■ **EXERCISE INSTRUCTIONS**
All lines holding the string "with" should be copied from the data below.

■ **INPUT FOR THIS TASK**
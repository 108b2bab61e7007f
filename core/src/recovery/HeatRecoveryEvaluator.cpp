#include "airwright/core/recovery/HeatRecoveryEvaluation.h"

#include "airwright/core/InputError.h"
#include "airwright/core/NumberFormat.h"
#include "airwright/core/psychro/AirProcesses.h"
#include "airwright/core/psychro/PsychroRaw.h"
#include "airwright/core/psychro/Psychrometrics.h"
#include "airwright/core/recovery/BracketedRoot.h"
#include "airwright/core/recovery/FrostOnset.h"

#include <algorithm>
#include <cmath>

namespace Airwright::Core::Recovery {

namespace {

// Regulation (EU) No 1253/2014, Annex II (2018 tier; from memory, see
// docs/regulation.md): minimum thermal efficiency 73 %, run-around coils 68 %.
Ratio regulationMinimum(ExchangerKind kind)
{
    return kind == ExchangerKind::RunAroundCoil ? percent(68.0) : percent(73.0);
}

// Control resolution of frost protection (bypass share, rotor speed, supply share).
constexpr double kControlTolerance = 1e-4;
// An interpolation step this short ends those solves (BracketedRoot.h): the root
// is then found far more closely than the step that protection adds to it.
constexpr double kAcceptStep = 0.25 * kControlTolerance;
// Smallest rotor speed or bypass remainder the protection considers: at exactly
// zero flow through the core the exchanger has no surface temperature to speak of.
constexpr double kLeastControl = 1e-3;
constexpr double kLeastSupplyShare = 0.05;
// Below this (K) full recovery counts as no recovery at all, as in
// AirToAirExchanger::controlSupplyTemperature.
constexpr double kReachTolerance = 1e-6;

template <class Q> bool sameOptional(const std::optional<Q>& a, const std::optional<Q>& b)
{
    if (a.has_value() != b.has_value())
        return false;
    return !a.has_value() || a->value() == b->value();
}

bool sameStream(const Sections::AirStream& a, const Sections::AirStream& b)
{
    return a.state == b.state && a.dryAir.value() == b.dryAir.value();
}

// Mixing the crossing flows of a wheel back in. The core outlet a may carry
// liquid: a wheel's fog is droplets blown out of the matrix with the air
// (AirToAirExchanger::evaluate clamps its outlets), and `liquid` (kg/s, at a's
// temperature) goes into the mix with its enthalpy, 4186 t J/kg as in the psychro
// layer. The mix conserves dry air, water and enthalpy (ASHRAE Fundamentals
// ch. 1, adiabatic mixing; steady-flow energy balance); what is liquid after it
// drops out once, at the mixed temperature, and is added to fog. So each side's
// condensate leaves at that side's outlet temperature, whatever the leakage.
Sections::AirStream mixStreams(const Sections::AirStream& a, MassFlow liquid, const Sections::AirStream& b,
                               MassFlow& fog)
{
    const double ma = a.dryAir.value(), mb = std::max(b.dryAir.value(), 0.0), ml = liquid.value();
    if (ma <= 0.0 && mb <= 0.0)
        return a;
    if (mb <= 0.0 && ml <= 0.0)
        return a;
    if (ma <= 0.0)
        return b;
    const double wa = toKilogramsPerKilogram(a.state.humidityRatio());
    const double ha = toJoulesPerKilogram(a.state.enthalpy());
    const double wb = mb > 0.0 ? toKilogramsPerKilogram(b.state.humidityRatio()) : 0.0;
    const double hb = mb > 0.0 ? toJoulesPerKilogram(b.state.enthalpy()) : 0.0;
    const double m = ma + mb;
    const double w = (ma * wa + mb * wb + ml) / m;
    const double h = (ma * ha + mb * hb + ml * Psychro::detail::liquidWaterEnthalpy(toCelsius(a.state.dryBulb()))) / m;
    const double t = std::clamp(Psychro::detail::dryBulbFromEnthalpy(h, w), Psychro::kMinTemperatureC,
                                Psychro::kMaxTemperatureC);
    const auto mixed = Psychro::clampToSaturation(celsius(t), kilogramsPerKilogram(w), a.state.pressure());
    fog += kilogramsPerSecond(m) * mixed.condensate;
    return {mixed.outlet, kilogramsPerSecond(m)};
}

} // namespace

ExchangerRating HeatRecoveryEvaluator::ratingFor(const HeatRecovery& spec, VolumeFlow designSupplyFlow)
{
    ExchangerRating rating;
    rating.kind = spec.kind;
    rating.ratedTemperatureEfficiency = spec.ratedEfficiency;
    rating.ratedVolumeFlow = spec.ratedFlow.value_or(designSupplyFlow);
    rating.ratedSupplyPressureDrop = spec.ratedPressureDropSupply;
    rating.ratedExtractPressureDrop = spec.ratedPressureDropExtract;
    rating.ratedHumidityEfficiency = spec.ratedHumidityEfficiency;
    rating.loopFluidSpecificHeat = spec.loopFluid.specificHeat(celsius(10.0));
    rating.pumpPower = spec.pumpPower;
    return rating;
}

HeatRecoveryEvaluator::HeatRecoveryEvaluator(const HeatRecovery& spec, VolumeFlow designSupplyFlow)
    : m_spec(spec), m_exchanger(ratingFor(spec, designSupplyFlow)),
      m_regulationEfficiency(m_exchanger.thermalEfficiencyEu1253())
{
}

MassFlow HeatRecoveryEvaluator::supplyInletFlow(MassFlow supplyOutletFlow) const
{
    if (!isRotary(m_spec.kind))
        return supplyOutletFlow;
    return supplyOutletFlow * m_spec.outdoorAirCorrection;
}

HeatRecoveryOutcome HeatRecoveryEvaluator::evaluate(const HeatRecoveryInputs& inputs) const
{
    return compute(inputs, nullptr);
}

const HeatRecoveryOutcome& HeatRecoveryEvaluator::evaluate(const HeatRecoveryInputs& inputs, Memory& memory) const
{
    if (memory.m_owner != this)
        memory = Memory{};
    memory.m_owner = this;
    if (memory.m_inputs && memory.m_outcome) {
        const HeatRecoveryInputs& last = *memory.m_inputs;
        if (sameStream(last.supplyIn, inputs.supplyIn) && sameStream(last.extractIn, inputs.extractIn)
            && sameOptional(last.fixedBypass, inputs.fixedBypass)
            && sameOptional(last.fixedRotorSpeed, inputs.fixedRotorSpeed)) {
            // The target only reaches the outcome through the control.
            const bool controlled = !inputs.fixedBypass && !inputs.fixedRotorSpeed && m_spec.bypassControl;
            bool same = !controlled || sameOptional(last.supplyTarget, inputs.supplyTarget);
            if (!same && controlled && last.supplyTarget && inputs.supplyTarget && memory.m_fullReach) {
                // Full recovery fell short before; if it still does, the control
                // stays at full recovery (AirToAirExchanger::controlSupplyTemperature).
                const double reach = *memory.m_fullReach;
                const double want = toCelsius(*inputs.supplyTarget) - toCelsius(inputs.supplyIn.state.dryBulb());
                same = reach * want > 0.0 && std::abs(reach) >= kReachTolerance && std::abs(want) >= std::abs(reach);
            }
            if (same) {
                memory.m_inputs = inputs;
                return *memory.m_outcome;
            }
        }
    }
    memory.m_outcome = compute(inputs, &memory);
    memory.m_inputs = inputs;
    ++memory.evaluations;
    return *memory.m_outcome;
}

■ **FINISHED TASK**
// liquid: a wheel's fog is droplets blown out of the matrix with the air
// temperature) goes into the mix with its enthalpy, 4186 t J/kg as in the psychro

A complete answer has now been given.